WORK REQUEST: Type out each entry exactly.

Segment Start: DATA FOR ANALYSIS

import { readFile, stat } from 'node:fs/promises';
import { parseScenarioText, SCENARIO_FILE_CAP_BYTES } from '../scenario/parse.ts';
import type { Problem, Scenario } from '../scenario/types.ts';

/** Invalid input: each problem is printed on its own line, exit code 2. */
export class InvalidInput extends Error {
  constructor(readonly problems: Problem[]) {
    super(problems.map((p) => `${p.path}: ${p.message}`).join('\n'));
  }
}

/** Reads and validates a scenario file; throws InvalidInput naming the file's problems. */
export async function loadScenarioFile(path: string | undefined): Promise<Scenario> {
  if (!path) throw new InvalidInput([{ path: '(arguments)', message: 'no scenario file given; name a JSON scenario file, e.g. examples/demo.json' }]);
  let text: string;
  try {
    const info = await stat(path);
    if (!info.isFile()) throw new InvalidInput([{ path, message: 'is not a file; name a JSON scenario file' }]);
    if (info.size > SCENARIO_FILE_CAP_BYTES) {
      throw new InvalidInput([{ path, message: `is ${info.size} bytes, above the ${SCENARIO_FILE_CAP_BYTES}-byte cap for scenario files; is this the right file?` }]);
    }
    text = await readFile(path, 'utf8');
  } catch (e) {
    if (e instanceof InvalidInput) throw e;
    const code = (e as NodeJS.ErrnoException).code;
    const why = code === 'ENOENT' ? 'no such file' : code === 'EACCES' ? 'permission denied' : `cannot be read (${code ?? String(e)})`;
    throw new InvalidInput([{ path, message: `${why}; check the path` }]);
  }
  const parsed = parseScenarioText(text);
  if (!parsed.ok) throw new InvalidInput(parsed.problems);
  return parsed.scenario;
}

Segment End: DATA FOR ANALYSIS

SOLVED EXERCISE:
import { readFile, stat } from 'node:fs/promises';
import { parseScenarioText, SCENARIO_FILE_CAP_BYTES } from '../scenario/parse.ts';
import type { Problem, Scenario } from '../scenario/types.ts';

/** Invalid input: each problem is printed on its own line, exit code 2. */
export class InvalidInput extends Error {
  constructor(readonly problems: Problem[]) {
    super(problems.map((p) => `${p.path}: ${p.message}`).join('\n'));
  }
}

/** Reads and validates a scenario file; throws InvalidInput naming the file's problems. */
export async function loadScenarioFile(path: string | undefined): Promise<Scenario> {
  if (!path) throw new InvalidInput([{ path: '(arguments)', message: 'no scenario file given; name a JSON scenario file, e.g. examples/demo.json' }]);
  let text: string;
  try {
    const info = await stat(path);
    if (!info.isFile()) throw new InvalidInput([{ path, message: 'is not a file; name a JSON scenario file' }]);
    if (info.size > SCENARIO_FILE_CAP_BYTES) {
      throw new InvalidInput([{ path, message: `is ${info.size} bytes, above the ${SCENARIO_FILE_CAP_BYTES}-byte cap for scenario files; is this the right file?` }]);
    }
    text = await readFile(path, 'utf8');
  } catch (e) {
    if (e instanceof InvalidInput) throw e;
    const code = (e as NodeJS.ErrnoException).code;
    const why = code === 'ENOENT' ? 'no such file' : code === 'EACCES' ? 'permission denied' : `cannot be read (${code ?? String(e)})`;
    throw new InvalidInput([{ path, message: `${why}; check the path` }]);
  }
  const parsed = parseScenarioText(text);
  if (!parsed.ok) throw new InvalidInput(parsed.problems);
  return parsed.scenario;
}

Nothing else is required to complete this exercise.